I can see a fair difference between this handset and my HTC Desire, but it's not like each iteration of the iPhone has been a ground breaking, mould-smashing, genre-defining massive upgrade from the previous model, is it?


----------



## twentythreedom (Mar 22, 2011)

Am I imagining it or has the dude in the pic got really massive hands? The phone looks small - I've got big hands and I swear my Desire looks bigger when I hold it like the pic above. Are the dimensions same as the Desire? Touch screens and big fat hands can be awkward - as experience has taught me (although you get used to it and it gets easier!)


----------



## editor (Mar 22, 2011)

twentythreedom said:


> Am I imagining it or has the dude in the pic got really massive hands?
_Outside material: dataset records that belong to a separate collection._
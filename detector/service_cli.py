"""The ``serve`` and ``watch`` verbs of the ``shotcheck`` command.

:func:`add_subparsers` registers both on the main parser's sub-parsers; each sets ``func`` to a
function taking the parsed arguments and returning the exit status (0 ok, 2 input or setup error).
``python -m detector.service_cli serve ...`` runs them without the main command.
"""

from __future__ import annotations

import argparse
import os
import sys
from collections.abc import Sequence
from pathlib import Path
from typing import Any

from ._validation import ShotcheckError
from .sequence import PLANS

__all__ = ["add_subparsers", "add_subparser", "cmd_serve", "cmd_watch", "settings_from_args", "main"]


def add_subparsers(subparsers: Any) -> None:
    """Add the ``serve`` and ``watch`` verbs to an ``argparse`` sub-parser collection.

    Parameters
    ----------
    subparsers : argparse._SubParsersAction
        As returned by ``parser.add_subparsers()``.
    """
    p = subparsers.add_parser(
        "serve", help="run the HTTP service for the acquisition chain",
        description="Run the HTTP service: comparisons, wave shapes and test sequences over HTTP, stored durably. "
        "Writes need a bearer token from SHOTCHECK_TOKEN or --token-file; without one the service only "
        "listens on loopback.")
    p.add_argument("--host", default="127.0.0.1", help="address to listen on (default 127.0.0.1)")
    p.add_argument("--port", type=int, default=8750, help="TCP port (default 8750)")
    p.add_argument("--data", default="shotcheck-data", metavar="DIR",
                   help="folder of the store: database and uploaded files (default ./shotcheck-data)")
    p.add_argument("--workers", type=int, default=1, metavar="N", help="worker processes (default 1)")
    p.add_argument("--token-file", default=None, metavar="PATH",
                   help="file holding the bearer token for writes (else SHOTCHECK_TOKEN)")
    p.add_argument("--model", default=None, metavar="PATH", help="model file (default: the bundled model)")
    p.add_argument("--max-upload-MB", type=float, default=64.0, dest="max_upload_MB",
                   help="largest request body in MB (default 64)")
    p.add_argument("--max-inflight", type=int, default=16, metavar="N",
                   help="requests working at once per worker before 503 + Retry-After (default 16)")
    p.add_argument("--threads", type=int, default=1, metavar="N",
                   help="comparison threads per worker (default 1; use --workers to use more cores)")
    p.set_defaults(func=cmd_serve)

    w = subparsers.add_parser(
        "watch", help="process shot files dropped into per-sequence folders",
        description="Watch DIR: every sub-folder is a test sequence; each shot file dropped there is processed "
        "once it stops growing, and its verdict JSON (or a reason file) is written beside it.")
    w.add_argument("folder", metavar="DIR", help="folder whose sub-folders are sequences")
    w.add_argument("--data", default=None, metavar="DIR", help="store folder (default DIR/.shotcheck)")
    w.add_argument("--model", default=None, metavar="PATH", help="model file (default: the bundled model)")
    w.add_argument("--plan", default="iec", choices=tuple(PLANS), help="shot order of new sequences")
    w.add_argument("--interval", type=float, default=1.0, metavar="S", help="seconds between scans (default 1)")
    w.add_argument("--settle", type=float, default=2.0, metavar="S",
                   help="a file is taken after its size stays the same this long (default 2 s)")
    w.add_argument("--report", action="store_true", help="also write an HTML report beside each verdict")
    w.add_argument("--once", action="store_true", help="process what is there, then stop")
    w.add_argument("--max-runtime", type=float, default=None, metavar="S", help="stop after this many seconds")
    w.set_defaults(func=cmd_watch)


#: Same function under the name detector/cli.py's optional-verb table calls (registers both verbs).
add_subparser = add_subparsers


def settings_from_args(args: argparse.Namespace, environ: dict[str, str] | None = None) -> Any:
    """Build the service :class:`~detector.service.settings.Settings` from ``serve`` arguments.

    Raises
    ------
    ShotcheckError
        Unreadable token file, bad limits, or a non-loopback host without a token.
    """
    from .service.settings import ENV_TOKEN, Settings, read_token_file

    env = os.environ if environ is None else environ
    token = read_token_file(args.token_file) if args.token_file else (env.get(ENV_TOKEN) or None)
    if args.max_upload_MB <= 0:
        raise ShotcheckError("--max-upload-MB must be positive")
    return Settings(data_dir=Path(args.data), host=args.host, port=args.port, token=token,
                    model_path=None if args.model is None else Path(args.model),
                    max_upload_bytes=int(args.max_upload_MB * 1024 * 1024), max_inflight=args.max_inflight,
                    compute_threads=args.threads, workers=args.workers)


def cmd_serve(args: argparse.Namespace) -> int:
    """Run the service until interrupted; returns the exit status."""
    import uvicorn

    from .compare import default_model
    from .service.app import create_app
    from .service.settings import ENV_SETTINGS

    settings = settings_from_args(args)
    default_model(settings.model_path)  # refuse a missing, foreign or untrusted model before listening
    if settings.workers > 1:
        os.environ[ENV_SETTINGS] = settings.to_json()
        uvicorn.run("detector.service.app:app_from_environment", factory=True, host=settings.host,
                    port=settings.port, workers=settings.workers, log_level="warning", timeout_graceful_shutdown=10)
    else:
        uvicorn.run(create_app(settings), host=settings.host, port=settings.port, log_level="warning",
                    timeout_graceful_shutdown=10)
    return 0


def cmd_watch(args: argparse.Namespace) -> int:
    """Run the watcher; returns the exit status."""
    from .watch import Watcher

    w = Watcher(args.folder, data_dir=args.data, model_path=args.model, plan=args.plan, settle_s=args.settle,
                report=args.report)
    if args.once:
        w.settle_s = 0.0
        w.scan_once()
        return 0
    w.run(interval_s=args.interval, max_runtime_s=args.max_runtime)
    return 0


def main(argv: Sequence[str] | None = None) -> int:
    """Run ``serve`` or ``watch`` without the main command (``python -m detector.service_cli``)."""
    parser = argparse.ArgumentParser(prog="shotcheck")
    add_subparsers(parser.add_subparsers(dest="verb", required=True))
    args = parser.parse_args(argv)
    try:
        return int(args.func(args))
    except ShotcheckError as exc:
        print(f"shotcheck {args.verb}: {exc}", file=sys.stderr)  # noqa: T201
        return 2


if __name__ == "__main__":
    sys.exit(main())
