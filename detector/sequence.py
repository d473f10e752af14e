"""A test sequence of one terminal: which shot is the reference, what each shot is compared with, and
the summary verdict of the whole sequence.

A lightning-impulse test of a terminal applies shots in a set order. The opening reduced-level full
wave is the reference; every full-level full shot is compared with it, and a closing reduced-level shot
is compared with the opening one (a lasting change between the two means damage that outlived the
full-level shots). A reduced-level chopped wave, where the plan has one, becomes the reference of the
full-level chopped shots: a chopped shot compared with a chopped reference sees the winding's answer to
the collapse, which a full-wave reference barely excites (the README gives the measured difference).
Without one, chopped shots are compared with the opening full wave. The order is a :class:`Plan`;
:data:`PLANS` holds the default order, one with a reduced chopped wave, and an IEEE-style one. The
sequence logic is plain Python, used by the service and the watcher.

Examples
--------
>>> from detector.sequence import PLANS, role_for
>>> [f"{s.kind}@{s.level_percent:g}" for s in PLANS["iec"]]
['reduced@75', 'full@100', 'chopped@115', 'chopped@115', 'full@100', 'reduced@75']
>>> role_for("full", [])
Traceback (most recent call last):
...
detector._validation.ShotcheckError: no reference shot yet: post the opening reduced-level full wave first
"""

from __future__ import annotations

import dataclasses
from collections.abc import Mapping, Sequence
from typing import Any

from ._validation import ShotcheckError, check_option

__all__ = ["Step", "Plan", "PLANS", "SHOT_KINDS", "REDUCED_KINDS", "WAVE_KIND_OF", "parse_plan", "role_for",
           "reference_of", "check_declared", "summarize"]

#: Kinds of shot in a sequence: reduced-level full wave, full-level full wave, full-level chopped wave,
#: reduced-level chopped wave.
SHOT_KINDS = ("reduced", "full", "chopped", "reduced_chopped")
#: Wave kind (:mod:`detector.waveshape`) each shot kind must show.
WAVE_KIND_OF = {"reduced": "lightning_full", "full": "lightning_full", "chopped": "lightning_chopped",
                "reduced_chopped": "lightning_chopped"}
#: Shot kinds applied at a reduced level (below 100 % of the test level).
REDUCED_KINDS = ("reduced", "reduced_chopped")


@dataclasses.dataclass(frozen=True)
class Step:
    """One planned shot.

    Parameters
    ----------
    kind : {'reduced', 'full', 'chopped', 'reduced_chopped'}
        Reduced-level full wave, full-level full wave, full-level chopped wave, or reduced-level
        chopped wave.
    level_percent : float
        Applied level in percent of the test level, in (0, 200].
    """

    kind: str
    level_percent: float

    def __post_init__(self) -> None:
        check_option("kind", self.kind, SHOT_KINDS)
        check_level(self.kind, self.level_percent)

    def to_dict(self) -> dict[str, Any]:
        """``{'kind': ..., 'level_percent': ...}``."""
        return {"kind": self.kind, "level_percent": float(self.level_percent)}


def check_level(kind: str, level_percent: float, *, field: str = "level_percent") -> float:
    """Check that a level suits the shot kind: reduced below 100 %, full-level at 80 % or more.

    Parameters
    ----------
    kind : {'reduced', 'full', 'chopped', 'reduced_chopped'}
    level_percent : float
        Applied level [% of the test level].

    Returns
    -------
    float

    Raises
    ------
    ShotcheckError
        Naming the field and the expected range.
    """
    try:
        lv = float(level_percent)
    except (TypeError, ValueError):
        raise ShotcheckError(f"{field}: must be a number of percent, got {level_percent!r}") from None
    if not (0.0 < lv <= 200.0):
        raise ShotcheckError(f"{field}: must be in (0, 200] percent of the test level, got {lv:g}")
    if kind in REDUCED_KINDS and lv >= 100.0:
        raise ShotcheckError(f"{field}: a reduced-level shot must be below 100 %, got {lv:g} %")
    if kind in ("full", "chopped") and lv < 80.0:
        raise ShotcheckError(
            f"{field}: a {kind} shot is a full-level shot (80 % or more of the test level), got {lv:g} %; "
            f"declare it as {'reduced_chopped' if kind == 'chopped' else 'reduced'!r}"
        )
    return lv


Plan = tuple[Step, ...]

#: Named shot orders. ``'iec'`` is the order given in the project's seed document (issue 5):
#: reduced 75 %, full 100 %, two chopped at 115 %, full 100 %, reduced 75 %. ``'iec_chopped'`` adds a
#: reduced-level chopped wave before the chopped shots, as the reference they are compared with (one
#: reduced full, one full, reduced chopped, two chopped, two full: IEC 60076-3's order for tests with
#: chopped waves, from memory), and closes with a reduced full wave. ``'ieee'`` is one reduced
#: full wave, two chopped waves, one full wave, as IEEE C57.12.90 orders them (from memory), with the
#: reduced level inside 50-70 % and chopped waves at 110 % (REFERENCE.md "Transformer impulse tests",
#: recalled). Labs adapt both, so a sequence may bring its own plan.
PLANS: dict[str, Plan] = {
    "iec": (Step("reduced", 75.0), Step("full", 100.0), Step("chopped", 115.0), Step("chopped", 115.0),
            Step("full", 100.0), Step("reduced", 75.0)),
    "iec_chopped": (Step("reduced", 75.0), Step("full", 100.0), Step("reduced_chopped", 75.0),
                    Step("chopped", 115.0), Step("chopped", 115.0), Step("full", 100.0), Step("full", 100.0),
                    Step("reduced", 75.0)),
    "ieee": (Step("reduced", 60.0), Step("chopped", 110.0), Step("chopped", 110.0), Step("full", 100.0)),
}


def parse_plan(spec: str | Sequence[Mapping[str, Any]] | None) -> Plan:
    """Return a plan from a name in :data:`PLANS`, a list of ``{kind, level_percent}``, or None ('iec').

    Raises
    ------
    ShotcheckError
        Unknown name, malformed step, or a plan that does not open with a reduced-level shot.
    """
    if spec is None:
        return PLANS["iec"]
    if isinstance(spec, str):
        check_option("plan", spec, tuple(PLANS))
        return PLANS[spec]
    steps = []
    for i, s in enumerate(spec):
        if not isinstance(s, Mapping) or "kind" not in s or "level_percent" not in s:
            raise ShotcheckError(f"plan[{i}]: expected an object with 'kind' and 'level_percent', got {s!r}")
        try:
            steps.append(Step(str(s["kind"]), float(s["level_percent"])))
        except (TypeError, ValueError) as exc:
            raise ShotcheckError(f"plan[{i}]: {exc}") from None
    if not steps:
        raise ShotcheckError("plan: needs at least one step")
    if steps[0].kind != "reduced":
        raise ShotcheckError("plan[0]: a sequence opens with a reduced-level full wave (the reference)")
    return tuple(steps)


def role_for(kind: str, previous: Sequence[Mapping[str, Any]]) -> tuple[str, str | None]:
    """Role of a new shot and the id of the shot it is compared with.

    Parameters
    ----------
    kind : {'reduced', 'full', 'chopped', 'reduced_chopped'}
    previous : sequence of mapping
        Earlier shots of the sequence in order, each with ``id``, ``kind`` and ``role``.

    Returns
    -------
    role : {'reference', 'reduced_check', 'test', 'closing', 'chopped_reference', 'chopped_check'}
        ``reference`` the opening reduced full wave; ``reduced_check`` a further reduced full wave before
        any full-level shot; ``test`` a full-level shot; ``closing`` a reduced full wave after full-level
        shots; ``chopped_reference`` the first reduced chopped wave (compared with the opening reference,
        and the reference of the chopped shots after it); ``chopped_check`` a further reduced chopped
        wave (compared with the chopped reference).
    reference_id : str or None
        Id of the shot compared with: the chopped reference for a chopped shot or a further reduced
        chopped wave when there is one, else the opening reduced full wave (None for the reference).

    Raises
    ------
    ShotcheckError
        A shot other than a reduced full wave before the reference.

    Examples
    --------
    >>> shots = [{"id": "s1", "kind": "reduced", "role": "reference"},
    ...          {"id": "s2", "kind": "reduced_chopped", "role": "chopped_reference"}]
    >>> role_for("chopped", shots), role_for("full", shots)
    (('test', 's2'), ('test', 's1'))
    """
    check_option("kind", kind, SHOT_KINDS)
    ref = next((s for s in previous if s["role"] == "reference"), None)
    if ref is None:
        if kind == "reduced":
            return "reference", None
        raise ShotcheckError("no reference shot yet: post the opening reduced-level full wave first")
    chop_ref = next((s for s in previous if s["role"] == "chopped_reference"), None)
    if kind == "reduced_chopped":
        if chop_ref is None:
            return "chopped_reference", str(ref["id"])
        return "chopped_check", str(chop_ref["id"])
    if kind == "chopped":
        return "test", str((chop_ref or ref)["id"])
    if kind == "full":
        return "test", str(ref["id"])
    after_full = any(s["kind"] not in REDUCED_KINDS for s in previous)
    return ("closing" if after_full else "reduced_check"), str(ref["id"])


def reference_of(shot: Mapping[str, Any], shots: Sequence[Mapping[str, Any]]) -> str | None:
    """Id of the shot a stored shot is compared with (:func:`role_for` over the shots before it).

    Parameters
    ----------
    shot : mapping
        A shot of the sequence, with ``id`` and ``kind``.
    shots : sequence of mapping
        All shots of its sequence in order (``id``, ``kind``, ``role``).

    Returns
    -------
    str or None
        None for the opening reference (or a shot not in ``shots``).
    """
    ids = [str(s["id"]) for s in shots]
    if str(shot["id"]) not in ids:
        return None
    before = shots[: ids.index(str(shot["id"]))]
    try:
        return role_for(str(shot["kind"]), before)[1]
    except ShotcheckError:
        return None


def check_declared(kind: str, wave_kind: str, *, name: str = "record") -> None:
    """Refuse a record whose measured wave kind contradicts the declared shot kind.

    Parameters
    ----------
    kind : {'reduced', 'full', 'chopped', 'reduced_chopped'}
        Declared by the client.
    wave_kind : str
        ``WaveShape.kind`` measured on the record (IEC 60060-1 evaluation).
    name : str
        Record name for the message.

    Raises
    ------
    ShotcheckError
    """
    expected = WAVE_KIND_OF[kind]
    if wave_kind != expected:
        what = {"lightning_full": "a full lightning impulse", "lightning_chopped": "a chopped lightning impulse",
                "switching": "a switching impulse"}.get(wave_kind, wave_kind)
        raise ShotcheckError(
            f"{name}: declared kind {kind!r} needs {WAVE_KIND_OF[kind].replace('_', ' ')}, but the record "
            f"shows {what}; check the kind or the file"
        )


def level_warning(declared_ratio: float, measured_ratio: float, *, tolerance: float = 0.1) -> str | None:
    """Warning text when the measured test-voltage ratio to the reference departs from the declared one.

    Parameters
    ----------
    declared_ratio : float
        Declared level of the shot / declared level of the reference [1].
    measured_ratio : float
        Test voltage of the shot / test voltage of the reference [1].
    tolerance : float
        Allowed relative departure [1].
    """
    if declared_ratio <= 0 or not (abs(measured_ratio / declared_ratio - 1.0) > tolerance):
        return None
    return (f"measured level ratio to the reference {measured_ratio:.3f} differs from the declared "
            f"{declared_ratio:.3f} by more than {tolerance:.0%}; check the declared level or the divider ratio")


def summarize(plan: Sequence[Step], shots: Sequence[Mapping[str, Any]],
              verdicts: Mapping[str, Mapping[str, Any] | None]) -> dict[str, Any]:
    """Sequence verdict from its shots and their comparison verdicts.

    Parameters
    ----------
    plan : sequence of Step
    shots : sequence of mapping
        Shots in order with ``id``, ``kind``, ``level_percent``, ``role``, ``comparison_id``.
    verdicts : mapping
        Comparison id -> verdict dict (``fault_indicated``, ``event``...) or None if not available.

    Returns
    -------
    dict
        ``status`` ('in_progress', 'complete'), ``fault_indicated`` (any compared shot),
        ``lasting_change`` (the closing reduced shot differs from the opening one; None until posted),
        ``shots_expected``, ``shots_received``, ``faulted_shots`` (ids), ``deviations`` (plan
        mismatches, as text) and ``conclusion`` (one line for a person).
    """
    deviations = []
    for i, s in enumerate(shots):
        if i < len(plan):
            p = plan[i]
            if s["kind"] != p.kind or abs(float(s["level_percent"]) - p.level_percent) > 1e-6:
                deviations.append(f"shot {i + 1}: {s['kind']} at {float(s['level_percent']):g} %, the plan has "
                                  f"{p.kind} at {p.level_percent:g} %")
        else:
            deviations.append(f"shot {i + 1}: beyond the {len(plan)} planned shots")
    faulted, lasting = [], None
    pending = 0
    for s in shots:
        cid = s.get("comparison_id")
        if s["role"] == "reference":
            continue
        v = verdicts.get(cid) if cid else None
        if v is None:
            pending += 1
            continue
        if v.get("fault_indicated"):
            faulted.append(s["id"])
        if s["role"] == "closing":
            lasting = bool(v.get("fault_indicated"))
    status = "complete" if len(shots) >= len(plan) and pending == 0 else "in_progress"
    if faulted:
        conclusion = (f"difference indicated on {len(faulted)} shot(s): {', '.join(faulted)}; "
                      "the responsible engineer must examine the records")
    elif status == "complete":
        conclusion = "no significant difference indicated on any compared shot (advisory)"
    else:
        conclusion = f"{len(shots)} of {len(plan)} planned shots received; no difference indicated so far"
    return {
        "status": status,
        "fault_indicated": bool(faulted),
        "lasting_change": lasting,
        "shots_expected": len(plan),
        "shots_received": len(shots),
        "shots_pending": pending,
        "faulted_shots": faulted,
        "deviations": deviations,
        "conclusion": conclusion,
    }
The phone looks small - I've got big hands and I swear my Desire looks bigger when I hold it like the pic above. Are the dimensions same as the Desire? Touch screens and big fat hands can be awkward - as experience has taught me (although you get used to it and it gets easier!)


It's got a 4" screen so it's bigger than your Desire's 3.7" screen (but smaller than the Desire HD's 4.3" whopper).


----------



## Citizen66 (Mar 22, 2011)

If they bring a version out with a keyboard within the next year i'll be gutted.


----------



## mauvais (Mar 22, 2011)

Sunray said:


> Oh look an HTC Android phone that's just about that same as the last few it made, just a bit faster, bit nicer screen blah de blah.


With you on this to be honest. It's not news.


----------



## editor (Mar 22, 2011)

mauvais said:


> With you on this to be honest. It's not news.


It is actually, regardless of whether you personally find it interesting or not.


----------



## mauvais (Mar 22, 2011)

Only in the same way that 'sun comes up, may set later' is news. It's an incremental product release with no real development - and I say this as an HTC owner and Android proponent.


----------



## editor (Mar 22, 2011)

mauvais said:


> Only in the same way that 'sun comes up, may set later' is news. It's an incremental product release with no real development - and I say this as an HTC owner and Android proponent.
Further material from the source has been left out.